For the guanciale, well, there’s one classic dish that this cured meat figures in, bucatini all’Amatriciana.  Hog jowl is an incredibly lush fatty meat— sadly, it’s a cut that’s often ruined during the inspection process (they slice through the jaw to inspect the glands) and discarded or sent for rendering.  But barbecue places in the south will put it in beans, resulting in incredibly silky, fatty beans, and just handling it, it was like pork meat made with the best hand cream you ever owned.

The last time I saw a pattern like that, little pink archipelagoes of meat in a sea of fat, was on a kobe beef brisket.

I vaguely follow a recipe in Saveur Cooks Authentic Italian*, although it’s a dish almost too simple to need a recipe.  Interestingly, they say (copyright 2001) that guanciale is impossible to find in the U.S., and suggest various substitutes.  How quickly things change: I’ve had access to no fewer than four different American guanciales lately.  Admittedly, two of them were homemade (my own and Chuck Sudo’s).  One key thing about the recipe is that, even though it still says guanciale, they clearly adjusted the quantity of meat upwards to produce the desired amount of cooking fat, because when I used 6 oz. of actual guanciale, I had a swimming pool of fat in my pan.  3 oz. will do you just fine.

So you dice the guanciale, fry it, scoop it out with a slotted spoon and let rest on a towel.  Add some red pepper flakes, then fry a 28 oz. can of tomatoes in the oil, chopping them as you go (I used my own canned tomatoes from this summer) for about ten minutes while the pasta (bucatini or, if you can’t find it, spaghetti; I don’t know what difference the hole in the center of a bucatini noodle makes) cooks.  Add a couple of tablespoons of good parmigiano-reggiano, mix till melted.  Toss all that with the pasta, place in bowls, sprinkle the guanciale on top and grate some peccorino romano as desired:

It’s a wonderful comforting dish and Bolzano’s guanciale brought it lots of lushness (in the sauce) and crunchy porkiness on top.

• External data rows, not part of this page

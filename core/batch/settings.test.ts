import { describe, expect, it } from 'vitest';
import { DEFAULT_SETTINGS } from '../settings';
import { mergeSettings } from '../settings';
import { parseConfigText } from './parse-config';
import { parseSettingsFlags } from './parse-flags';

// Source for every expected message below: this project's option rules (the messages are pinned on purpose).
describe('parseSettingsFlags', () => {
  it('parses every settings flag', () => {
    expect(parseSettingsFlags({
      gradientChannel: '2', boundaryChannel: ['hb-like', '3'], pixelSize: '0.65', projection: 'slice:4',
      profile: 'axis', fitRange: '0.05, 0.5', anterior: 'high',
    })).toEqual({
      gradientChannel: 2, boundaryChannels: ['hb-like', 3], pixelSizeUm: 0.65, projection: 'slice', sliceIndex: 4,
      profile: { mode: 'axis' }, fitRangeEl: [0.05, 0.5], anterior: 'high',
    });
    expect(parseSettingsFlags({})).toEqual({});
  });
  it.each([
    ['0.6,0.1'], ['0.1'], ['a,b'], ['-0.1,0.5'], ['0.1,1.5'], ['0.2,0.2'], ['0.1,0.2,0.3'],
  ])('rejects --fit-range %s', (text) => {
    expect(() => parseSettingsFlags({ fitRange: text }))
      .toThrow(`--fit-range must be two numbers 0 ≤ a < b ≤ 1 written as a,b (got "${text}")`);
  });
  it('pins the other messages', () => {
    expect(() => parseSettingsFlags({ pixelSize: '0' })).toThrow('--pixel-size must be a positive number of µm per pixel (got "0")');
    expect(() => parseSettingsFlags({ pixelSize: 'abc' })).toThrow('--pixel-size must be a positive number of µm per pixel (got "abc")');
    expect(() => parseSettingsFlags({ projection: 'median' }))
      .toThrow('--projection must be max, mean, sum, slice or slice:Z with Z a 0-based slice number (got "median")');
    expect(() => parseSettingsFlags({ profile: 'ring' })).toThrow('--profile must be edge or axis (got "ring")');
    expect(() => parseSettingsFlags({ anterior: 'left' })).toThrow('--anterior must be auto, high or low (got "left")');
    expect(() => parseSettingsFlags({ gradientChannel: '0' }))
      .toThrow('--gradient-channel must be a channel number (1-based) or a channel name (got "0")');
  });
});

describe('parseConfigText', () => {
  it('accepts a subset of settings including nested groups', () => {
    expect(parseConfigText('{"fitRangeEl":[0.2,0.7],"profile":{"edgeDepthUm":8},"boundaryChannels":["b"]}', 'c.json'))
      .toEqual({ fitRangeEl: [0.2, 0.7], profile: { edgeDepthUm: 8 }, boundaryChannels: ['b'] });
  });
  it('pins the messages', () => {
    expect(() => parseConfigText('{', 'c.json')).toThrow(/^c\.json: not valid JSON \(/);
    expect(() => parseConfigText('[]', 'c.json')).toThrow('c.json: the file must be a JSON object');
    expect(() => parseConfigText('{"fitRange":[0,1]}', 'c.json')).toThrow('c.json: unknown setting "fitRange"');
    expect(() => parseConfigText('{"fitRangeEl":[0.5,0.1]}', 'c.json'))
      .toThrow('c.json: "fitRangeEl" must be two numbers [a, b] with 0 ≤ a < b ≤ 1');
    expect(() => parseConfigText('{"profile":{"mode":"ring"}}', 'c.json')).toThrow('c.json: "profile.mode" must be "edge" or "axis"');
    expect(() => parseConfigText('{"profile":{"depth":3}}', 'c.json')).toThrow('c.json: unknown setting "profile.depth"');
    expect(() => parseConfigText('{"pixelSizeUm":-1}', 'c.json')).toThrow('c.json: "pixelSizeUm" must be a positive number (µm per pixel) or null');
  });
});

describe('mergeSettings (defaults < config < flags)', () => {
  it('lets flags win over config and config over defaults, merging nested groups key by key', () => {
    const config = parseConfigText('{"fitRangeEl":[0.2,0.7],"anterior":"low","profile":{"edgeDepthUm":8}}', 'c.json');
    const flags = parseSettingsFlags({ fitRange: '0.1,0.4', profile: 'axis' });
    const s = mergeSettings(DEFAULT_SETTINGS, config, flags);
    expect(s.fitRangeEl).toEqual([0.1, 0.4]);
    expect(s.anterior).toBe('low');
    expect(s.profile).toEqual({ ...DEFAULT_SETTINGS.profile, edgeDepthUm: 8, mode: 'axis' });
    expect(s.projection).toBe(DEFAULT_SETTINGS.projection);
    expect(DEFAULT_SETTINGS.fitRangeEl).toEqual([0.1, 0.6]);
  });
  it('a --projection flag clears a slice index set in the config', () => {
    const config = parseConfigText('{"projection":"slice","sliceIndex":3}', 'c.json');
    const s = mergeSettings(DEFAULT_SETTINGS, config, parseSettingsFlags({ projection: 'max' }));
    expect([s.projection, s.sliceIndex]).toEqual(['max', null]);
  });
  it('rejects contradictory combinations', () => {
    expect(() => mergeSettings(DEFAULT_SETTINGS, { sliceIndex: 2 }))
      .toThrow('a slice index (2) is set but the projection is "mean", not "slice"');
    expect(() => mergeSettings(DEFAULT_SETTINGS, { background: { mode: 'region' } }))
      .toThrow('background mode "region" needs background.regionPx { x, y, width, height }');
  });
});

So I liked both of the meats they sent me a lot— though it has to be admitted, these are fairly easy as cured meats go, hard to screw up at least once you’ve made the crucial decisions to spend the money on the best pork you can get and to cure it with no funny business.  The real test, which I’m looking forward to immensely, is the speck prosciutto, which will be ready in April.  Speck prosciutto is a particular style, smoked with rosemary and juniper— you may remember I linked to these photos of a speck plant high in the hills of Italy— and while it won’t be directly comparable to the La Quercia prosciutto (or their speck, for that matter), because it is a different style, it should have many of the same virtues of the longer curing time breaking down more of the proteins and making it all just that much more complex and umami-riffic.  It will be a wonderful thing if these first meats from Bolzano prove to be the beginning of a serious artisanal cured meats movement in Wisconsin, comparable to the improvements in Wisconsin cheeses in recent years.

In the meantime, you can get Bolzano guanciale and pancetta at several places in Milwaukee, including the Wisconsin Cheese Mart and Glorioso Brothers, as well as at farmer’s markets in several Wisconsin cities.  (CORRECTED: At this point, it’s only Wisconsin-inspected, so he can sell it via the internet to individuals, but not to retailers or restaurants who will resell it.)  And Perky Jerky, I’m sure you can get that at several gas stations on the way up there.

* Search inside the book for bucatini and you’ll find the recipe.